Initial Proposal to kickstart the conversation (the content below is not final, and will likely change):

  • A dataset that is represented by an EML document can be broken down to 2 components:
    • Attributes that describe the dataset (ex. title, author, method, keywordSet, etc.)
    • Attributes that represent the tables associated with the dataset (ex. dataTable, otherEntity, etc.)
  • A HashStore annotation is a mapping document that should consist of a single parent member and a list that represents the child members
    • This document's location in hashstore/metadata is formed by calculating the SHA-256 hex digest of a given pid and formatId
      • The parent member's value is the id (location) of the parent metadata document in hashstore/metadata
        - The id/location/address of this document is formed by calculating the SHA-256 hex digest of a given pid, formatId and the string "parent". Ex. sha-256(pid + formatId + "parent")
        - This document is composed of the attributes/content that describe the dataset (ex. title, author, method, keywordSet, etc.)
      • The List/HashMap of child members are represented with a number as the key, and the id (location) of the child's metadata document in hashstore/metadata as the value
        - The id/address of each child is formed by calculating the SHA-256 hex digest of a given pid, formatId and (int) key.
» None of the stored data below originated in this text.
import path from "node:path";
import { afterAll, beforeAll, describe, expect, it } from "vitest";
import { inject } from "vitest";
import type { Browser } from "playwright-core";
import { DEMO_USERS } from "@/scripts/seed/seed-demo";
import { messagesTo } from "@/lib/server/mail/sink-reader";
import { newPage, openBrowser, shown, signIn } from "./support/browser";
import { freshContext } from "./support/fresh-context";

let browser: Browser;
beforeAll(async () => {
  browser = await openBrowser();
});
afterAll(async () => {
  await browser?.close();
});

const mailDir = () => path.join(inject("dataDir"), "mail");
const digger = DEMO_USERS.find((u) => u.role === "digger")!;
const director = DEMO_USERS.find((u) => u.role === "director")!;

/** Waits for the sink to hold a message to `to` whose subject contains `subject` (mail is sent after the commit). */
async function mailTo(to: string, subject: string) {
  for (let i = 0; i < 50; i++) {
    const hit = messagesTo(mailDir(), to).find((m) => m.subject.includes(subject));
    if (hit) return hit;
    await new Promise((r) => setTimeout(r, 200));
  }
  throw new Error(`no mail to ${to} with "${subject}" in the sink`);
}

describe("sign-off in the browser", () => {
  it("a digger submits, the director signs off, the digger cannot edit, the director reopens with a reason and the digger is told", async () => {
    const d = await newPage(browser);
    await signIn(d, "digger");
    const { siteId, contextId, number } = await freshContext(
      d,
      {
        type: "layer",
        colour: "mid brown",
        compaction: "firm",
        composition: "silty sand",
        description: "Layer under the topsoil.",
        interpretation: "Subsoil.",
      },
      { below: 3001 },
    );

    await d.goto(`/sites/${siteId}/sign-off`);
    await d.getByRole("button", { name: `Submit ${number} for sign-off` }).click();
    await shown(d.getByText(/\d e-mails? sent/));
    expect(await d.getByText(/e-mail\(s\)/).count()).toBe(0);
    await shown(d.locator(`tr[data-context="${number}"]`).getByText("awaiting sign-off"));
    expect((await mailTo(director.email, `context ${number} awaits your sign-off`)).text).toContain(
      `/sites/${siteId}/sign-off`,
    );

    const boss = await newPage(browser);
    await signIn(boss, "director");
    await boss.goto(`/sites/${siteId}/sign-off`);
    // Signing off asks first, saying what will be locked; nothing is locked until the director confirms.
    await boss.getByRole("button", { name: `Sign off ${number}` }).click();
    const ask = boss.getByRole("alertdialog");
    await shown(ask);
    expect(await ask.textContent()).toContain(
      `Sign off context ${number}? Its sheet, its finds and its relations will be locked`,
    );
    const still = await (await boss.request.get(`/api/sites/${siteId}/contexts/${contextId}`)).json();
    expect(still.state).toBe("awaiting");
    await ask.getByRole("button", { name: `Lock context ${number}` }).click();
    await shown(boss.getByText(/e-mails? sent/));
    await mailTo(digger.email, `context ${number} signed off`);

    // The sheet is shown read-only with who signed it off, and the server refuses an edit all the same.
    await d.goto(`/sites/${siteId}/contexts/${contextId}`);
    await shown(d.getByText(`Signed off by ${director.name}`));
    expect(await d.getByLabel("Colour").count()).toBe(0);
    const refused = await d.request.patch(`/api/sites/${siteId}/contexts/${contextId}`, {
      data: { colour: "dark brown" },
    });
    expect(refused.status()).toBe(409);
    expect((await refused.json()).error).toContain(`Context ${number} was signed off by ${director.name}`);
    await d.goto(`/sites/${siteId}/sign-off`);
    expect(await d.getByRole("button", { name: `Reopen ${number}…` }).count()).toBe(0);

    const reason = "The subsoil boundary was planned 10 cm too high; re-check against the section.";
    await boss.goto(`/sites/${siteId}/sign-off`);
    await boss.getByRole("button", { name: `Reopen ${number}…` }).click();
    await boss.getByLabel(`Why reopen context ${number}?`, { exact: false }).fill(reason);
    await boss.getByRole("button", { name: "Reopen with this reason" }).click();
    await shown(boss.getByText(/e-mails? sent/));

    const told = await mailTo(digger.email, `context ${number} reopened`);
    expect(told.text).toContain(`> ${reason}`);
    const link = told.text.match(/https?:\/\/\S+\/contexts\/[0-9a-f-]{36}/)?.[0];
    expect(link).toBe(`${new URL(d.url()).origin}/sites/${siteId}/contexts/${contextId}`);
    await d.goto(link!);
    await shown(d.getByLabel("Colour"));
    await shown(d.getByText(reason));
    await d.context().close();
    await boss.context().close();
  });
});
Ex. sha-256(pid + formatId + 0) where 0 is the first table in the dataset
        - Each child represents a data table in the dataset, or chunk of data that belongs to the dataset
  • Note: The format of the parent/child metadata documents to be stored/chunked requires further discussion/clarification
---
title: HashStoreAnnotation Class
---
classDiagram
    direction RL
    class HashStoreAnnotation{
        +String Parent
        +List~Dict/KVP~ Children
        +setParent(string)
        +setChildren(List)
        +getContent()
        +setContent()
        +getChildrenTotal()
    }
Loading
Example/flow to store an annotation document:

hs_annotation = HashStoreAnnotation()

// Get and store parent content
// Get and store children content

// Get parent location
dataset_parent = sha-256(pid + formatId + "parent")
// Create child list
dataset_children = [
    {0: sha-256(pid + formatId + 0)},
    {1: sha-256(pid + formatId + 1)},
    ...
]
hs_annotation.setParent(dataset_parent)
hs_annotation.setChildren(dataset_children)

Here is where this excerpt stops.